Saram Mannei nie jest tylko żoną Boruca, z czego głównie słynie, ale i szafiarką. Ma więc szafę, w która mieści dużo ubrań, a Mannei robi sobie w nich fotki w wrzuca na modowego bloga. Jest więc niekwestionowaną znawczynią najnowszych trendów! Dlatego wielu spodziewało się, że na ślubie z Arturem Borucem Sara zabłyśnie w wyjątkowej kreacji. Niestety, ślub co prawda się odbył, ale za suknię Mannei zebrała same negatywne komentarz. Zarzucono jej, że do ślubu poszła w wyciągniętym swetrze! Ruszyła lawina komentarzy, zaczęto analizować niemal każdy centymetr kreacji i okazało się, że swetrowa suknia została zaprojektowana przez Martę Boliglovą. Projektantka umieściła nawet na swoim Instagramie zdjęcia swetrowej sukni Mannei, co spotkało się z dość agresywną reakcją żony Boruca. Jednym słowem wybuchła afera swetrowa, czyli swetergate!
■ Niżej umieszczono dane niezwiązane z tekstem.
#[allow(clippy::too_many_arguments)]
fn track(
    dir: &std::path::Path,
    input: &InputArgs,
    label: Option<String>,
    pin: bool,
    again: bool,
    check: &CheckArgs,
    plan: &PlanArgs,
    bars: &bars::Bars,
) -> Result<ExitCode, Error> {
    let _lock = plumb::monitor::history::lock(dir, std::time::Duration::from_secs(600))?;
    let mut h = plumb::monitor::history::History::open(dir)?;
    for p in &h.problems {
        eprintln!("plumb: {}: {}: {}", dir.display(), p.file, p.what);
    }
    let source = (input.input.as_os_str() != "-").then_some(input.input.as_path());
    let sum = source.map(plumb::profile::report::checksum).transpose()?;
    if let Some((_, sum)) = &sum {
        let path = input.input.display();
        if let Some(e) = h.find_input(sum)
            && !again
        {
            return Err(Error::Parameters {
                problem: format!(
                    "{} is already in the history as snapshot {} ({}), same checksum {sum}; \
                     add it again with --again",
                    path, e.seq, e.label
                ),
            });
        }
    }
    let opts = plan.options();
    let g = load::load(&input.input, &input.options(), bars)?;
    let (p, _) = plumb::profile::profile(&g, &opts, bars);
    let report =
        plumb::profile::report::Report::with_checksum(p, source, sum, &opts).with_sketch(&g);
    let previous = h.latest().map(|(e, r)| (e.clone(), r.clone()));
    let baseline = h.baseline().map(|(e, r)| (e.clone(), r.clone()));
    let label = label.unwrap_or_else(|| {
        input
            .input
            .file_name()
            .map_or("stdin".into(), |n| n.to_string_lossy().into_owned())
    });
    let entry = h.add(&report, &label, pin)?;
    let name = |e: &plumb::monitor::history::Entry| format!("#{} {}", e.seq, e.label);
    let mut drifts = Vec::new();
    if let Some((e, r)) = &previous {
        drifts.push(plumb::monitor::drift::compare(
            r,
            &report,
            (&name(e), &name(&entry)),
            check.alert_level,
            &check.alert_on,
        ));
    }
    if let Some((e, r)) = &baseline
        && previous.as_ref().is_none_or(|(p, _)| p.seq != e.seq)
    {
        drifts.push(plumb::monitor::drift::compare(
            r,
            &report,
            (&name(e), &name(&entry)),
            check.alert_level,
            &check.alert_on,
        ));
    }
    let alerts: usize = drifts.iter().map(|d| d.alerts).sum();
    // Churn against the previous snapshot, from the id sketches both reports carry.
    let churn = match (&previous, &report.ids) {
        (Some((_, r)), Some(now)) => r
            .ids
            .as_ref()
            .and_then(|before| before.churn(now, check.alert_level).ok()),
        _ => None,
    };
    verdict_out(
        check,
        || {
            show::to_json(
                "track",
                &serde_json::json!({"added": {"seq": entry.seq, "label": entry.label, "file": entry.file}, "comparisons": drifts, "estimated_churn_since_previous": churn, "alerts": alerts}),
            )
        },
        || {
            let mut t = format!(
                "plumb track · {} · added snapshot #{} \"{}\" ({} nodes, {} edges)\n",
                dir.display(),
                entry.seq,
                entry.label,
                report.profile.degrees.nodes,
                report.profile.degrees.edges
            );
            if drifts.is_empty() {
                t.push_str("  first snapshot: it is the baseline; nothing to compare yet\n");
            }
            for (i, d) in drifts.iter().enumerate() {
                t.push_str(&show::drift_text(d, None));
                if i == 0
                    && let Some(c) = &churn
                {
                    t.push_str(&show::sketch_churn_text(c));
                }
            }
            t
        },
    )?;
    Ok(if alerts > 0 {
        ExitCode::from(EXIT_ALERT)
    } else {
        ExitCode::SUCCESS
    })
}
Sara Mannei i jej dwie urocze siostry gościły w studiu „Dzień Dobry TVN”. Żona Boruca oczywiście została poproszona o skomentowanie zajścia. „Co to się ostatnio wydarzyło? Był ślub i jest teraz swetergate” zagadnął Filip Chajzer. „Nie znam tematu. Nie mieszkam w Polsce, więc nie wiem o co chodzi” krótko z dumą w głosie ucięła Sara Mannei. Czyżby Internet był dostępny tylko w Polsce? Kto by pomyślał...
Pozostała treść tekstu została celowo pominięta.